TASK INSTRUCTIONS | Copy out each line of the material below that holds the string "unknown".

DATA SECTION |
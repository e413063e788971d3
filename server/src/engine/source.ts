// Source files as the engine sees them: Python text, or a notebook's code cells joined into one program with a cell map.
export interface CellMap {
  /** 0-based index of the cell among all cells of the notebook. */
  index: number;
  /** Offset and line in the joined program where the cell starts. */
  offset: number;
  line: number;
  lineCount: number;
  /** The cell's own text as stored (before magics were masked). */
  text: string;
}

export interface SourceFile {
  /** Path as the caller names it (workspace-relative with forward slashes in the scanner). */
  path: string;
  /** The Python program analysed: the file's text, or a notebook's code cells joined by newlines. */
  text: string;
  /** Present for notebooks. */
  cells?: CellMap[];
  /** The raw file text (the notebook JSON for notebooks). */
  raw: string;
}

export interface NotebookCellRef {
  cell: number;
  line: number;
  col: number;
}

/** IPython magics and shell escapes are not Python: mask them as comments of the same length so offsets hold. */
function maskMagics(text: string): string {
  return text.replace(/^([ \t]*)([%!])/gm, (_, ws: string) => `${ws}#`);
}

export function cellSource(cell: { source?: unknown }): string {
  const s = cell.source;
  if (Array.isArray(s)) return s.join('');
  return typeof s === 'string' ? s : '';
}

/** Builds the joined program of a notebook; returns undefined when the JSON is not a notebook. */
export function notebookSource(path: string, raw: string): SourceFile | undefined {
  let nb: { cells?: { cell_type?: string; source?: unknown }[] };
  try {
    nb = JSON.parse(raw);
  } catch {
    return undefined;
  }
  if (!nb || !Array.isArray(nb.cells)) return undefined;
  return joinCells(path, raw, nb.cells.map((c) => ({ kind: c.cell_type === 'code' ? 'code' : 'other', text: cellSource(c) })));
}

/** Joins code cells in order into one program; also used by the language server for notebook documents. */
export function joinCells(path: string, raw: string, cells: { kind: 'code' | 'other'; text: string }[]): SourceFile {
  const maps: CellMap[] = [];
  let text = '';
  let line = 0;
  cells.forEach((c, index) => {
    if (c.kind !== 'code') return;
    const body = c.text.endsWith('\n') ? c.text : `${c.text}\n`;
    const lineCount = body.split('\n').length - 1;
    maps.push({ index, offset: text.length, line, lineCount, text: c.text });
    text += maskMagics(body);
    line += lineCount;
  });
  return { path, text, cells: maps, raw };
}

export function cellAt(file: SourceFile, line: number): CellMap | undefined {
  if (!file.cells) return undefined;
  let found: CellMap | undefined;
  for (const c of file.cells) {
    if (c.line <= line) found = c;
    else break;
  }
  return found;
}

/** Maps a program position to its notebook cell; undefined for plain files. */
export function toCell(file: SourceFile, line: number, col: number): NotebookCellRef | undefined {
  const c = cellAt(file, line);
  return c ? { cell: c.index, line: line - c.line, col } : undefined;
}

export function isNotebookPath(p: string): boolean {
  return p.toLowerCase().endsWith('.ipynb');
}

RESULT FOR THIS EXERCISE |
export function cellSource(cell: { source?: unknown }): string {
  let nb: { cells?: { cell_type?: string; source?: unknown }[] };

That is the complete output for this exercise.